Does this mean that the quality of journalism is about to deteriorate? Are newspapers less likely to produce investigative stories that readers depend on to expose corruption, uncover wrongdoing, and hold influential people and institutions accountable?
The worry is who else will investigate a scandal in a small regional city? says Gregory J. Martin, assistant professor of Political Economy at Stanford Graduate School of Business. The existence of such coverage is crucial for the accountability of elected officials, and it has positive effects on representative democracy.
Martin’s concerns about the future of investigative journalism were shared by two Stanford GSB researchers, Shoshana Vasserman, an assistant professor in economics, and Eray Turkel, a Ph.D. student studying applied microeconomics. It was hard to track the output of investigative journalism using existing tools. So, they trained a network to identify investigative newspaper articles. They then applied their model to millions of articles to determine if newsrooms’ decade-long shrinkage had led to a decrease in such content.
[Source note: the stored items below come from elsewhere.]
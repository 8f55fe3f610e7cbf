"""Rational functions over products of linear forms."""

from __future__ import annotations

from collections import Counter
from collections.abc import Mapping, Sequence

from ratomega.exact.factored import Whole
from ratomega.exact.polynomials import context_of
from ratomega.exact.quadratic import Number, Quadratic
from ratomega.exact.rational import Rational
from ratomega.exact.rational_function import RationalFunction, function_of

__all__ = ["function_of_planes"]


def function_of_planes(
    coefficients: Mapping[tuple[int, ...], Number],
    planes: Sequence[tuple[Sequence[Whole], int]],
    symbols: Sequence[str],
) -> RationalFunction:
    """The polynomial with the given coefficients over a product of linear forms (c_0, c_1, ...) with multiplicities.

    All numbers lie in one field.

    >>> half = Rational(1, 2)
    >>> str(function_of_planes({(0,): half, (1,): half}, [((-1, 2), 1), ((1, 1), 2)], ("a",)))
    '1/(2*(2*a - 1)*(a + 1))'
    """
    context = context_of(symbols)
    denominator = context.constant(1)
    beyond: Counter[RationalFunction] = Counter()
    powers = [(0,) * len(symbols), *(tuple(int(s == p) for s in range(len(symbols))) for p in range(len(symbols)))]
    for plane, times in planes:
        numbers: list[Number] = [c if isinstance(c, Quadratic) else Rational(c) for c in plane]
        form = function_of(dict(zip(powers, numbers, strict=True)), context.constant(1), symbols)
        if form.radicand:
            beyond[form] += times
        else:
            denominator *= form.numerator**times
    rest = RationalFunction.constant(1, symbols)
    for form, times in beyond.items():
        # A form and its conjugate are one polynomial over the integers: what has no partner is divided by.
        shared = min(times, beyond.get(form.conjugate(), 0))
        if form.polynomials()[2].leading_coefficient() > 0:
            denominator *= (form * form.conjugate()).numerator ** shared
        rest = rest * form ** (times - shared)
    return function_of(coefficients, denominator, symbols) / rest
The findings published by the Proceedings of the National Academy of Sciences were not wrong. Martin says that, on the one hand, things aren’t quite as bad as they seemed. “On the contrary, the trend seems to be quite downward.” This seems to coincide with the significant layoffs and downsizing. “It’s mixed news.”
Investigating “Investigativeness”
Researchers examined over 5,9 million articles from 50 U.S. papers with a history of publishing investigative reports. The team used the full text of the articles and their metadata to create descriptive features that indicate “investigativeness” to train the algorithm.
It wasn’t easy to sift through millions of articles and find the most important investigations, even with a sensitive tool. Turkel says that only a “very, very tiny fraction” of our data was investigative. Martin says that since only one or two percent of newspaper reporting can be classified as investigative, “any kind of machine-learning method” is “inherently difficult.” Because investigative articles are so diverse, a computer cannot quickly identify the keywords. Martin says that the context is more important.
The approach included examining the impact of an article on future topics. Turkel explains that if an article was published exposing a scandal involving an essential institution or agency, other pieces will likely mention this story in the future or use the exact words. The classifier used labels that were based on investigative journalism award-winning articles. “We took about 1,000 award-winning investigative pieces to compare how an article compares to them in style or subject.”
Keywords such as “corruption” and references to documents such as court records or Freedom of Information Act releases are also signs of investigation. Searching articles that appear to be part of a series was another predictive feature. Martin says that if a newspaper invests money in a study, it will produce several pieces because it is expensive.
The algorithm developed by the team was effective at identifying quality investigative journalism. Despite being trained on a small set of award-winning articles deemed investigative, the classifier could accurately identify investigative reports and highly productive investigative journalists and outlets that specialize in investigative reporting.
The Good News
The number of investigative stories published remained relatively constant over the last decade. Martin says, “I expected this to be a dramatic decline.” “What we find is actually pretty stable.”
These findings suggest that the acquisition of newsrooms by investment groups has not led to a sustained drop in investigative articles. The authors point out that their results indicate that downsizing and reorganization are slow processes. We may not yet see the full impact of these changes.
Turkel points out that the study only includes 50 newspapers that have survived over the last decade. A second caveat is the significant decline in investigative content that began in 2019 with recent rounds of layoffs. After the Austin American Statesman, purchased by a major publishing group in 2018, went from publishing 15 investigative articles a month to just two. Martin says that the metric showed that it dropped dramatically.
The dataset of millions of articles with their predicted investigative scores is available to the public. Turkel said other researchers are interested in using the dataset to measure the impact of newspaper closings, acquisitions, and takeovers.
Stanford GSB plans to use data and algorithms to understand better how readers react to investigative reporting. In partnership with Mozilla, the researchers are launching a platform for a new window that allows web users to donate their browsing data. Martin says, “We are interested in the extent to which quality influences reading and consumption.” We’d love to say something about what investigative journalism means to readers.